> **ABOUT THIS TASK**: For the word "that", state how many lines of the records include it, with no other text.
=== Begin Enclosure ===
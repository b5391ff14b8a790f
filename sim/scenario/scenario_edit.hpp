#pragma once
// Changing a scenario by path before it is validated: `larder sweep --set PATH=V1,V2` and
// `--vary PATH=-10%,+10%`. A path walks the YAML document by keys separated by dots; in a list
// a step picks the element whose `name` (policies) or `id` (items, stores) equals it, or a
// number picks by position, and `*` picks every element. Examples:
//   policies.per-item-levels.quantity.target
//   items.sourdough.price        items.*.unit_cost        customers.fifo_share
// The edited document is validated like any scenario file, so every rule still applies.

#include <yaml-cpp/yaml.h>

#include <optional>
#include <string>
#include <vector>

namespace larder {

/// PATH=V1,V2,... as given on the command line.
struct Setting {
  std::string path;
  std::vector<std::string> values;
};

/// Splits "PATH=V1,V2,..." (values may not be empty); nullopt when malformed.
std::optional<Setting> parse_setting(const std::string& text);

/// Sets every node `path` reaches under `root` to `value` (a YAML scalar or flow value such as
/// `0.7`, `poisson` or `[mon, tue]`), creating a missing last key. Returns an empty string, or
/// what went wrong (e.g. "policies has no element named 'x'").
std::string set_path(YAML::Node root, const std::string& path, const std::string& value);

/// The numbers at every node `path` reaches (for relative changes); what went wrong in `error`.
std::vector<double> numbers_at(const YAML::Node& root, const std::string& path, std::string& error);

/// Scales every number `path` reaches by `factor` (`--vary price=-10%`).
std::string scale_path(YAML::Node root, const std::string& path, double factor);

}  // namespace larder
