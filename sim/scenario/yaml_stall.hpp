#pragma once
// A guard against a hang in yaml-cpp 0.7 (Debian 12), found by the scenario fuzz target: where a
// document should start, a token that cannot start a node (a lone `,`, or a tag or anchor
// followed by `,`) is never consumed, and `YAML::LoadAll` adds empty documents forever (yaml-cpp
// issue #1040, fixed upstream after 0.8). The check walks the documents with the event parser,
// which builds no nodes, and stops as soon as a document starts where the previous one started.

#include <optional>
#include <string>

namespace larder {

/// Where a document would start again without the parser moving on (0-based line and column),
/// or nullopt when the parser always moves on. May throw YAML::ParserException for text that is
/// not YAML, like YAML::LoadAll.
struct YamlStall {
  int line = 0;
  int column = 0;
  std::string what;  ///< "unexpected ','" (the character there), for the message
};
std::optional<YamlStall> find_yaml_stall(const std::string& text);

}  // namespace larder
=== End Enclosure ===
> **RESULT OF THE TASK**: 2